Why a Specialist Video CDN is important for D2C Streamers

Who is King?

In the media industry we talk about Content as King because blockbuster content will always deliver the best commercial return, regardless of the platform on which it is available.  Some people will say that Distribution is equally powerful, because where content is available is as important as what content is available.  It’s all very hard to quantify precisely, but it is evident that there is a constant tug-of-war between Media businesses and Telecommunications businesses to extract a larger profit from their respective positions in the value chain for consumer entertainment, education, and information.

But let’s take a step backwards to a bigger point – isn’t the Customer the actual King?  The customer is the ultimate provider of success or failure.  The customer decides what content to watch and when to watch it.  The customer decides whether to pay for content or watch the ads.  The customer decides how many hours they will watch for, and whether they will act on what they have seen.

What Customers Want

So rather than argue about whether content or distribution is all-powerful, we should look at what customers want.  It’s a simple list – customers want the content they want, consumable when, how, and where they want, at a price they believe is good value.

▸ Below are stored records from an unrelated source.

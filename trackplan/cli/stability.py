"""``trackplan stability``: equilibrium curve, critical rises and allowable rise of a track."""

from __future__ import annotations

from pathlib import Path
from typing import Optional

import typer
from rich.table import Table

from trackplan import names, rails, thermal, track, units
from trackplan.cli.common import (
    JSON_OPTION,
    UNITS_OPTION,
    UnitSystem,
    command,
    console,
    emit_json,
    parse_option,
    print_caution,
    progress_enabled,
)
from trackplan.errors import InputError

# Preset and registry names for --help, from the data files and trackplan.names (no numpy at
# start-up). The command checks the values given against the presets and registries.
_SLEEPERS = ", ".join(track.sleeper_types())
_BALLAST = ", ".join(track.ballast_states())
_SHOULDER = ", ".join(track.shoulder_types())
_LOADING = names.listing(names.loading_names(), names.DEFAULT_LOADING)
_CRITERIA = names.listing(names.CRITERIA, names.DEFAULT_CRITERION)


def _positive_option(text, kind, option, system, allow_zero=False):
    value, echo = parse_option(text, kind, option, system, required=False)
    if value is not None and (value < 0 or (value == 0 and not allow_zero)):
        raise InputError(f"must be {'zero or ' if allow_zero else ''}positive, got {text!r}", option)
    return value, echo


def _case(profile_name: str, sleeper: str, ballast: str, shoulder: str, inp, s: str) -> str:
    """The track a result is for, in words (table and plot titles)."""
    return (f"{profile_name}, {sleeper} sleepers, {ballast} ballast, {shoulder} shoulder, "
            + ("tangent" if inp.radius_m is None else f"radius {units.fmt(inp.radius_m, 'length', s, 0)}")
            + f", misalignment {units.fmt(inp.misalignment_m, 'short_length', s, 0 if s == 'si' else 1)} over "
            f"{units.fmt(inp.misalignment_length_m, 'length', s, 0)}")


def _plot(result, out: Path, system: str, inputs=(), case: str = ""):
    """PNG of the equilibrium curve with the critical points and the allowable rise."""
    from trackplan import reports

    reports.matplotlib_backend()
    import matplotlib.pyplot as plt

    d_unit = units.display_unit("short_length", system)
    t_unit = units.display_unit("temperature_difference", system)
    dx = [units.from_si(v, d_unit, "length") for v in result.curve_displacement_m]
    ty = [units.from_si(v, t_unit, "temperature_difference") for v in result.curve_rise_K]
    fig, ax = plt.subplots(figsize=(7, 4.5))
    ax.plot(dx, ty, "-", color="tab:blue", lw=1.8, label="equilibrium curve")

    def pt(d, t, label, style):
        if t is None:
            return
        ax.plot([units.from_si(d or 0.0, d_unit, "length")], [units.from_si(t, t_unit, "temperature_difference")],
                style, ms=8, label=label)

    pt(result.upper_critical_displacement_m, result.upper_critical_rise_K,
       f"upper critical {units.fmt(result.upper_critical_rise_K, 'temperature_difference', system)}", "v")
    pt(result.lower_critical_displacement_m, result.lower_critical_rise_K,
       None if result.lower_critical_rise_K is None else
       f"lower critical {units.fmt(result.lower_critical_rise_K, 'temperature_difference', system)}", "^")
    ax.axhline(units.from_si(result.allowable_rise_K, t_unit, "temperature_difference"), color="tab:green", ls="--",
               label=f"allowable {units.fmt(result.allowable_rise_K, 'temperature_difference', system)}")
    ax.set_xlabel(f"largest lateral displacement [{units.label(d_unit)}]")
    ax.set_ylabel(f"rail temperature rise above neutral [{units.label(t_unit)}]")
    ax.set_title(f"Track lateral stability ({result.response})\n{case}", fontsize=9)
    ax.grid(alpha=0.3)
    ax.set_xlim(left=0)
    ax.set_ylim(bottom=0)
    ax.legend(loc="best", fontsize=8)
    return reports.save_figure(out / "stability_curve.png", fig, inputs)


@command("stability")
def stability_cmd(
    rail: str = typer.Option(..., "--rail", help="Rail profile, e.g. 60E1 or 136RE (see `trackplan profiles`)."),
    sleeper: str = typer.Option("concrete", "--sleeper", help=f"Sleeper type: {_SLEEPERS}."),
    ballast: str = typer.Option("consolidated", "--ballast",
                                help=f"Ballast state: {_BALLAST} (disturbed = after tamping or renewal)."),
    shoulder: str = typer.Option("full", "--shoulder", help=f"Ballast shoulder: {_SHOULDER}."),
    radius: Optional[str] = typer.Option(None, "--radius", help="Curve radius, e.g. '800 m' (100 m or more); omit for tangent track."),
    misalignment: Optional[str] = typer.Option(None, "--misalignment", help="Initial misalignment amplitude, e.g. '20 mm' (default 20 mm; 0 = perfect track)."),
    misalignment_length: Optional[str] = typer.Option(None, "--misalignment-length", help="Length of the misalignment, e.g. '10 m' (default 10 m)."),
    peak_resistance: Optional[str] = typer.Option(None, "--peak-resistance", help="Override the peak lateral resistance per metre of track, e.g. '15 kN/m'."),
    limit_resistance: Optional[str] = typer.Option(None, "--limit-resistance", help="Override the limit (residual) lateral resistance per metre of track, e.g. '10 kN/m'."),
    peak_displacement: Optional[str] = typer.Option(None, "--peak-displacement", help="Override the lateral displacement at the peak, e.g. '4 mm'."),
    longitudinal_resistance: Optional[str] = typer.Option(
        None, "--longitudinal-resistance", help="Override the longitudinal resistance per rail, e.g. '8 kN/m', or 'rigid' for full restraint."),
    limit_displacement: Optional[str] = typer.Option(None, "--limit-displacement", help="Override the lateral displacement at which the resistance has fallen to its limit, e.g. '100 mm'."),
    lateral_stiffness: Optional[str] = typer.Option(
        None, "--lateral-stiffness", help="Use a linear (Winkler) lateral foundation of this modulus instead of the peak/limit law, e.g. '2000 kN/m**2'."),
    sleeper_spacing: Optional[str] = typer.Option(None, "--sleeper-spacing", help="Sleeper spacing, e.g. '0.6 m' (default: the sleeper type's reference spacing); scales the preset resistances."),
    loading: str = typer.Option(names.DEFAULT_LOADING, "--loading", help=f"Train standing on the track (its axles press the track down, it lifts between bogies): {_LOADING}."),
    axle_load: Optional[str] = typer.Option(None, "--axle-load", help="Override the axle load of the train, e.g. '250 kN' (at most 50 t, 490 kN)."),
    support_modulus: Optional[str] = typer.Option(None, "--support-modulus", help="Override the track support modulus per rail, e.g. '30 MPa' (N/mm per mm of rail)."),
    criterion: str = typer.Option(names.DEFAULT_CRITERION, "--criterion", help=f"Allowable-rise criterion: {_CRITERIA}."),
    profiles_file: Optional[Path] = typer.Option(None, "--profiles-file", help="TOML file with profiles of your own."),
    out: Optional[Path] = typer.Option(None, "--out", help="Folder for the PNG of the curve (stability_curve.png) and the curve as CSV."),
    system: UnitSystem = UNITS_OPTION,
    as_json: bool = JSON_OPTION,
) -> None:
    """Lateral stability (buckling) of a track: equilibrium curve, critical rises, allowable rise.

    A coupled axial-lateral beam model of the track panel on nonlinear ballast resistance,
    with longitudinal resistance, curvature and an initial misalignment, traced through
    snap-through, with a train standing on the track (its axles press the track down, it lifts
    between bogies). Gives the upper and lower critical rise above neutral temperature of the
    loaded and of the empty track, the response (snap-through or progressive) and the allowable
    rise. The default criterion scales the loaded lower critical rise so that well-maintained
    concrete-sleeper track gets the 26 K rise UK practice takes as critical; see
    docs/methods/stability.md.

    Example: trackplan stability --rail 60E1 --sleeper concrete --ballast consolidated --radius "800 m" --misalignment "20 mm"
    """
    from trackplan import stability as st
    from trackplan.track import build_track

    extra = rails.load_user_profiles(profiles_file) if profiles_file is not None else None
    profile = rails.get_profile(rail, extra)
    steel = thermal.default_steel(profile.is_north_american)
    s = system.value
    geo: dict = {}
    over: dict = {}

    def take(text, kind, option, allow_zero=False):
        return _positive_option(text, kind, option, s, allow_zero)[0]

    geo["radius_m"] = take(radius, "length", "--radius") if radius is not None else None
    for text, key, kind, option, zero in ((misalignment, "misalignment_m", "short_length", "--misalignment", True),
                                          (misalignment_length, "misalignment_length_m", "length",
                                           "--misalignment-length", False),
                                          (sleeper_spacing, "sleeper_spacing_m", "length", "--sleeper-spacing", False)):
        v = take(text, kind, option, zero)
        if v is not None:
            geo[key] = v
    for text, name, option, zero in ((peak_resistance, "peak_resistance", "--peak-resistance", False),
                                     (limit_resistance, "limit_resistance", "--limit-resistance", True),
                                     (peak_displacement, "peak_displacement", "--peak-displacement", False),
                                     (limit_displacement, "limit_displacement", "--limit-displacement", False),
                                     (lateral_stiffness, "lateral_stiffness", "--lateral-stiffness", False),
                                     (support_modulus, "support_modulus", "--support-modulus", False),
                                     (axle_load, "axle_load", "--axle-load", False)):
        from trackplan.track import OVERRIDES

        v = take(text, OVERRIDES[name][0], option, zero)
        if v is not None:
            over[name] = v
    if longitudinal_resistance is not None:
        if longitudinal_resistance.strip().lower() == "rigid":
            over["longitudinal_resistance"] = None
        else:
            over["longitudinal_resistance"] = take(longitudinal_resistance, "force_per_length",
                                                   "--longitudinal-resistance")
    if criterion not in st.CRITERIA:
        raise InputError(f"unknown criterion {criterion!r}; accepted: {', '.join(st.CRITERIA)}", "--criterion")
    inp = build_track(profile, steel, sleeper=sleeper, ballast=ballast, shoulder=shoulder, loading=loading,
                      overrides=over, where="stability inputs", **geo)

    if progress_enabled() and not as_json:
        from rich.progress import Progress

        with Progress(transient=True, console=console) as prog:
            task = prog.add_task("tracing the equilibrium curve", total=1.0)
            result = st.solve_equilibrium_curve(inp, criterion=criterion,
                                                progress=lambda f: prog.update(task, completed=f))
    else:
        result = st.analyse_stability(inp, criterion)
    result = st.with_unloaded(result)

    files = []
    if out is not None:
        from trackplan import reports, tables

        inputs = [profiles_file] if profiles_file else []
        out_dir = reports.prepare_out_dir(out, inputs)
        files.append(_plot(result, out_dir, s, inputs, _case(profile.name, sleeper, ballast, shoulder, result.inputs, s)))
        frame = tables.frame(result.as_json()["curve"])  # the JSON's equilibrium curve, one row per point
        files.append(reports.write_csv(out_dir / "stability_curve.csv", frame, inputs, [
            ("command", "trackplan stability"),
            ("track", _case(profile.name, sleeper, ballast, shoulder, result.inputs, "si")),
            ("allowable rise criterion", result.criterion)]))

    if as_json:
        from trackplan.command_json import stability_json

        emit_json({**stability_json(result, rail=profile.name, sleeper=sleeper, ballast=ballast, shoulder=shoulder),
                   "files": [str(f) for f in files]})
        return

    inp = result.inputs
    tbl = Table(title=f"Lateral stability: {profile.name}, {sleeper} sleepers, {ballast} ballast, {shoulder} shoulder, "
                      + ("tangent" if inp.radius_m is None else f"radius {units.fmt(inp.radius_m, 'length', s, 0)}"))
    tbl.add_column("quantity")
    tbl.add_column("value", justify="right")
    td = "temperature_difference"
    tbl.add_row("upper critical rise" + (" (loaded)" if inp.loading is not None else ""),
                units.fmt(result.upper_critical_rise_K, td, s))
    tbl.add_row("lower critical rise" + (" (loaded)" if inp.loading is not None else ""),
                units.fmt(result.lower_critical_rise_K, td, s))
    tbl.add_row("[bold]allowable rise[/]", f"[bold]{units.fmt(result.allowable_rise_K, td, s)}[/]")
    tbl.add_row("response", result.response)
    tbl.add_row("loading", result.loading_name if inp.loading is None
                else f"{result.loading_name} ({inp.loading.position})")
    tbl.add_row("unloaded upper / lower critical", f"{units.fmt(result.unloaded_upper_critical_rise_K, td, s)} / "
                f"{units.fmt(result.unloaded_lower_critical_rise_K, td, s)}")
    tbl.add_row("lateral EI (two rails)", f"{inp.EI_lateral_Nm2 / 1e3:.0f} kN·m²" if s == "si"
                else f"{inp.EI_lateral_Nm2 / 4.4482216152605e3 / 0.3048**2:.0f} kip·ft²")
    tbl.add_row("axial EA (two rails)", units.fmt(inp.EA_N, "force", s, 0))
    if inp.lateral_stiffness_N_per_m2 is not None:
        tbl.add_row("lateral foundation (linear)", units.fmt(inp.lateral_stiffness_N_per_m2, "stiffness_per_area", s, 0))
    else:
        tbl.add_row("peak / limit lateral resistance",
                    f"{units.fmt(inp.peak_resistance_N_per_m, 'force_per_length', s)} / "
                    f"{units.fmt(inp.limit_resistance_N_per_m, 'force_per_length', s)} at "
                    f"{units.fmt(inp.peak_displacement_m, 'short_length', s)}")
    tbl.add_row("longitudinal resistance per rail",
                "rigid" if inp.longitudinal_resistance_N_per_m is None
                else units.fmt(inp.longitudinal_resistance_N_per_m, "force_per_length", s))
    tbl.add_row("misalignment", f"{units.fmt(inp.misalignment_m, 'short_length', s)} over "
                                f"{units.fmt(inp.misalignment_length_m, 'length', s)}")
    console.print(tbl)
    console.print(f"Allowable rise: {units.text_in(result.criterion, s)}.", highlight=False, markup=False)
    for n in result.notes:
        console.print(f"note: {units.text_in(n, s)}", highlight=False, markup=False, style="dim")
    for f in files:
        console.print(f"wrote {f}", highlight=False)
    print_caution()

From a streaming video technology perspective, the main customer requirement to focus on is to make the content “consumable how I want”.  However, technology also plays a part in assuring the perception of “good value”.  Streaming technology cannot do much about the content itself, or exactly when and where that content is available, which depend mostly on content provider programming decisions.

The Focal Point of Streaming Technology

To meet both these requirements, we must focus on just one thing – assuring the customer’s quality of experience (QoE).  When a customer hits play, we must deliver the best possible experience.  This is defined by another simple list of requirements – the video quality must be what the customer expects to receive, the start-up time must be instantaneous, and the time delay between the on-screen video and a live event must be unnoticeable compared to the live action.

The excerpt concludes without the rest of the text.